The study involved 205 educators from various academic ranks and departments within the university, including schools of medicine, nursing, public health, paramedical sciences, pharmacy, and dentistry. Using the Workplace Mental Health Questionnaire, which comprises 37 items across nine categories, researchers assessed the mental health status of participants. The categories include the opportunity to control, use skills, external goals, environmental diversity, environmental clarity, access to money, physical security, contact with others, and valuable social status.

Results indicated a mean mental health score of 115.87 out of a possible 185, suggesting a moderate level of mental health among educators. The highest median score was in the domain of “opportunity for control” with a median of 4, while the lowest was in “opportunity to contact others” with a median of 2.75​​.

The qualitative phase involved semi-structured interviews with 21 educators, providing deeper insights into the factors affecting their mental health. Two main themes emerged: “contrast between preferences and disappointments in the development path” and “induced demotivation of system elements.”

The first theme highlighted the gap between educators’ aspirations for professional growth and the reality of their work environment.

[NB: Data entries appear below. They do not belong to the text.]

package org.specimenledger.reliability;

import java.util.List;
import tools.jackson.databind.JsonNode;

/**
 * A place where accepted text is shown to someone, and the check that it arrives there as text, never as
 * markup or script. Today the only place is the JSON answer itself. Hook for other branches: the pages add
 * a place that fetches the record's page and checks the text is HTML-escaped; the certificates add one that
 * renders the PDF and reads the text back with PDFBox. Add them to {@link #PLACES}.
 */
interface RenderedText {

    /** What the place is, for the failure message. */
    String name();

    /** Null when {@code text}, accepted in the request that got {@code answer}, is rendered safely; else why not. */
    String check(String text, Wire.Answer answer);

    /** JSON answers: served as JSON with {@code nosniff}, and the body parses (so every string is escaped). */
    RenderedText JSON = new RenderedText() {
        @Override
        public String name() {
            return "in the JSON answer";
        }

        @Override
        public String check(String text, Wire.Answer answer) {
            if (answer.body() == null || answer.body().isEmpty()) {
                return null;
            }
            if (!answer.contentType().startsWith("application/json")) {
                return "served as '" + answer.contentType() + "'";
            }
            if (!"nosniff".equals(answer.headers().firstValue("X-Content-Type-Options").orElse(null))) {
                return "served without X-Content-Type-Options: nosniff";
            }
            try {
                JsonNode ignored = answer.json();
            } catch (RuntimeException e) {
                return "the body is not valid JSON";
            }
            return null;
        }
    };

    List<RenderedText> PLACES = List.of(JSON);
}
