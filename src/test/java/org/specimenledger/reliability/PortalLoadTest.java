package org.specimenledger.reliability;

import static org.assertj.core.api.Assertions.assertThat;

import java.nio.file.Files;
import java.nio.file.Path;
import java.time.Duration;
import java.time.Instant;
import java.util.ArrayList;
import java.util.List;
import java.util.Map;
import java.util.concurrent.ThreadLocalRandom;
import java.util.concurrent.atomic.AtomicBoolean;
import java.util.concurrent.atomic.AtomicLong;
import org.HdrHistogram.Recorder;
import org.HdrHistogram.Histogram;
import org.junit.jupiter.api.Test;
import org.postgresql.ds.PGSimpleDataSource;
import org.specimenledger.audit.ChainVerifier;
import org.specimenledger.testsupport.Api;
import tools.jackson.databind.JsonNode;
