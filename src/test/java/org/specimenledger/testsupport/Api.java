package org.specimenledger.testsupport;

import java.io.IOException;
import java.net.URI;
import java.net.http.HttpClient;
import java.net.http.HttpRequest;
import java.net.http.HttpResponse;
import java.nio.charset.StandardCharsets;
import java.time.Duration;
import java.util.Base64;
import tools.jackson.databind.JsonNode;
import tools.jackson.databind.json.JsonMapper;

/** A small real-HTTP client for tests: JSON in, status and JSON out, signed in as one user (or nobody). */
public final class Api {

    private static final HttpClient HTTP = HttpClient.newBuilder().connectTimeout(Duration.ofSeconds(10)).build();
    public static final JsonMapper JSON = JsonMapper.builder().build();

    private final int port;
    private final String authorization;

    Api(int port, String username, String password) {
        this.port = port;
        this.authorization = username == null ? null : "Basic " + Base64.getEncoder()
                .encodeToString((username + ":" + password).getBytes(StandardCharsets.UTF_8));
    }

    /** Credentials of an account made in a test, for signing in as it. */
    public record Signed(int port, String username, String password) {
        public Api api() {
            return new Api(port, username, password);
        }
    }

    public Response get(String path) {
        return send(request(path).GET());
    }

    public Response post(String path, Object body) {
        return send(request(path).header("Content-Type", "application/json")
                .POST(HttpRequest.BodyPublishers.ofString(text(body))));
    }

    public Response put(String path, Object body) {
        return send(request(path).header("Content-Type", "application/json")
                .PUT(HttpRequest.BodyPublishers.ofString(text(body))));
    }

    public Response delete(String path) {
        return send(request(path).DELETE());
    }

    /** Sends raw text as the JSON body, for malformed-input tests. */
    public Response postRaw(String path, String body) {
        return send(request(path).header("Content-Type", "application/json")
                .POST(HttpRequest.BodyPublishers.ofString(body)));
    }

    /** One part of a multipart/form-data body: name, optional file name, content type, bytes. */
    public record Part(String name, String filename, String contentType, byte[] bytes) {

        public static Part file(String name, String filename, byte[] bytes) {
            return new Part(name, filename, "text/csv", bytes);
        }

        public static Part json(String name, String json) {
            return new Part(name, null, "application/json", json.getBytes(StandardCharsets.UTF_8));
        }
    }

    public Response multipart(String method, String path, Part... parts) {
        String boundary = "----ledger-test-" + System.nanoTime();
        var out = new java.io.ByteArrayOutputStream();
        for (Part part : parts) {
            StringBuilder head = new StringBuilder("--").append(boundary).append("\r\n")
                    .append("Content-Disposition: form-data; name=\"").append(part.name()).append('"');
            if (part.filename() != null) {
                head.append("; filename=\"").append(part.filename()).append('"');
            }
            head.append("\r\nContent-Type: ").append(part.contentType()).append("\r\n\r\n");
            out.writeBytes(head.toString().getBytes(StandardCharsets.UTF_8));
            out.writeBytes(part.bytes());
            out.writeBytes("\r\n".getBytes(StandardCharsets.UTF_8));
        }
        out.writeBytes(("--" + boundary + "--\r\n").getBytes(StandardCharsets.UTF_8));
        return send(request(path).header("Content-Type", "multipart/form-data; boundary=" + boundary)
                .method(method, HttpRequest.BodyPublishers.ofByteArray(out.toByteArray())));
    }

    /** POSTs raw bytes with a content type, e.g. an import sheet or a zip of curve files. */
    public Response postBytes(String path, String contentType, byte[] bytes) {
        return send(request(path).header("Content-Type", contentType)
                .POST(HttpRequest.BodyPublishers.ofByteArray(bytes)));
    }

    /** Sends raw bytes with a content type, e.g. a curve file uploaded as the whole body. */
    public Response putBytes(String path, String contentType, byte[] bytes, String... headers) {
        HttpRequest.Builder b = request(path).header("Content-Type", contentType)
                .PUT(HttpRequest.BodyPublishers.ofByteArray(bytes));
        for (int i = 0; i + 1 < headers.length; i += 2) {
            b.header(headers[i], headers[i + 1]);
        }
        return send(b);
    }

    /** A response read as bytes, with its headers: for downloads that must come back byte for byte. */
    public record Download(int status, byte[] body, java.net.http.HttpHeaders headers) {

        public String header(String name) {
            return headers.firstValue(name).orElse(null);
        }
    }

    public Download getBytes(String path) {
        try {
            HttpResponse<byte[]> r = HTTP.send(request(path).GET().build(), HttpResponse.BodyHandlers.ofByteArray());
            return new Download(r.statusCode(), r.body(), r.headers());
        } catch (IOException e) {
            throw new IllegalStateException(e);
        } catch (InterruptedException e) {
            Thread.currentThread().interrupt();
            throw new IllegalStateException(e);
        }
    }

    private HttpRequest.Builder request(String path) {
        HttpRequest.Builder b = HttpRequest.newBuilder(URI.create("http://127.0.0.1:" + port + path))
                .timeout(Duration.ofSeconds(60));
        if (authorization != null) {
            b.header("Authorization", authorization);
        }
        return b;
    }

    private static String text(Object body) {
        return body instanceof String s ? s : JSON.writeValueAsString(body);
    }

    private static Response send(HttpRequest.Builder builder) {
        try {
            HttpResponse<String> r = HTTP.send(builder.build(), HttpResponse.BodyHandlers.ofString());
            return new Response(r.statusCode(), r.body(), r.headers().firstValue("Content-Type").orElse(""));
        } catch (IOException e) {
            throw new IllegalStateException(e);
        } catch (InterruptedException e) {
            Thread.currentThread().interrupt();
            throw new IllegalStateException(e);
        }
    }

    /** A response: status, raw body and the body as JSON (null when empty or not JSON). */
    public record Response(int status, String body, String contentType) {

        public JsonNode json() {
            if (body == null || body.isBlank()) {
                return null;
            }
            return JSON.readTree(body);
        }

        public String text(String field) {
            JsonNode n = json().get(field);
            return n == null || n.isNull() ? null : n.asString();
        }

        public String id() {
            return text("id");
        }

        @Override
        public String toString() {
            return status + " " + body;
        }
    }
}
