import java.io.IOException;
import java.io.StringReader;
import java.math.BigDecimal;
import java.text.Normalizer;
import java.time.LocalDate;
import java.time.ZoneOffset;
import java.util.ArrayList;
import java.util.EnumMap;
import java.util.EnumSet;
import java.util.HashMap;
import java.util.List;
import java.util.Map;
import java.util.Set;
import java.util.UUID;
import org.apache.commons.csv.CSVFormat;
import org.apache.commons.csv.CSVRecord;
import org.junit.jupiter.api.Test;
import org.specimenledger.certificates.document.PdfReadBack;
import org.specimenledger.testing.SyntheticCurves;
import org.specimenledger.testsupport.Api;
import org.specimenledger.testsupport.IntegrationTest;
import org.specimenledger.testsupport.TestAccounts;
import org.specimenledger.testsupport.TestRunBodies;
import org.verapdf.pdfa.flavours.PDFAFlavour;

Many educators expressed a desire for creative advancement and staying updated with developments in their field. However, systemic challenges, such as cultural barriers and lack of support for professional growth, often led to disappointment and frustration.

The second theme, “induced demotivation of system elements”, focused on the negative impact of an unhealthy psychological environment and unprofessionalism within the university. Factors such as job stress, resource constraints, lack of managerial support, ingratitude, and the absence of a reward-effort matching mechanism were identified as major stressors. Educators reported feeling undervalued and unsupported, contributing to their overall moderate mental health status​​.

The study found that cultural challenges and non-adherence to professional standards significantly impacted the mental health of educators. At the personal level, issues such as non-compliance with well-being and excellence principles were noted. Interpersonally, the lack of respect and justice further exacerbated mental health issues.

System-level factors included job stress, a resilient yet unyielding culture, insufficient managerial support, and a lack of resources. The combination of these factors created a challenging work environment that hindered the mental health of educators​​.